Die panische Angst liegt wie ein Fluch über dem gesamten Musikdrama. Bieito hüllt alle Szenen in Dunkelheit, manchmal wabert Nebel über die Bühne. Das Herrscherhaus ist eine Art Stahlverlies, ein hermetisch abgeriegeltes Sicherheitsgefängnis (Bühne: Rebecca Ringst) mit Luxusausstattung. Und allgegenwärtig ist brutale Gewalt.

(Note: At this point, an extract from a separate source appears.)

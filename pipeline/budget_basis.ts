import type { Basis } from "../shared/vocabulary.ts";

/** What a factor of the heralding budget rests on, as people are told: the detectors are those that the request states. */
export const budgetBasis = (factor: string, { basis }: { readonly basis: Basis }): Basis | "request" =>
  factor === "detector" ? "request" : basis;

Dieses Meisterwerk ist wahrscheinlich die bedrückendste, pessimistischste Oper aller Zeiten. In München ist sie sogar noch etwas düsterer. Denn der scheidende Generalmusikdirektor Kent Nagano hat sich für die kürzere Urfassung entschieden, in der Frauenstimmen eine noch geringere Bedeutung haben und dunkle Bassstimmen vor einem abgründigen Orchestersatz dominieren. Wenn das Volk den neuen Herrscher feiert, hört man im Orchester dissonante Glockenspiele und unheilschwangere Kontrabässe toben. Nie hat Triumph so deprimierend geklungen.

Der kargen Bildsprache auf der Bühne entspricht Kent Naganos klarer, zupackender, schnörkelloser Dirigierstil. Gerade dieser direkte, fast unromantische Zugriff macht diese dunkle Musik so markerschütternd.

Nagano hat vorzügliche Sänger zur Verfügung – und einen echten Star: Alexander Tsymbalyuk singt die Partie mit oppulenter, weicher, enorm wohlklingender Stimme. Er ist als Boris Godunow die schönste Fehlbesetzung, die man sich vorstellen kann. Denn anders als der Boris in der Oper und in der Geschichte, ist er ein junger Beau, dem man den frühen Tod aus Gewissensqualen eigentlich kaum abnimmt. Aber Tsymbalyuk spielt den psychischen Zerfall wunderbar schlicht.

Weitere glänzende Sänger bietet die Inszenierung auf: Gerhard Siegel etwa als zwielichtiger Fürst Schulskij mit quäkendem Tenor, Anatoli Kotscherga (Pimen) verfügt über einen fülligen Bass, Kevin Conners spielt den Gottesnarren eindrucksvoll tragikomisch und Sergey Skorokhody (Grigorij) singt mit strahlendem Heldentenor.

Gegenpol zu all diesen fantastischen Sängern ist der fast immer gegenwärtige, grandiose Chor der Staatsoper. Er verkörpert das Volk: normale Menschen in allen Facetten, arm, reich, elegant, langweilig, exzentrisch. Sie sind wie wir, die schwer zu steuernde Manövriermasse der Mächtigen. Die eigentliche Hauptperson. Und die ewig Betrogenen.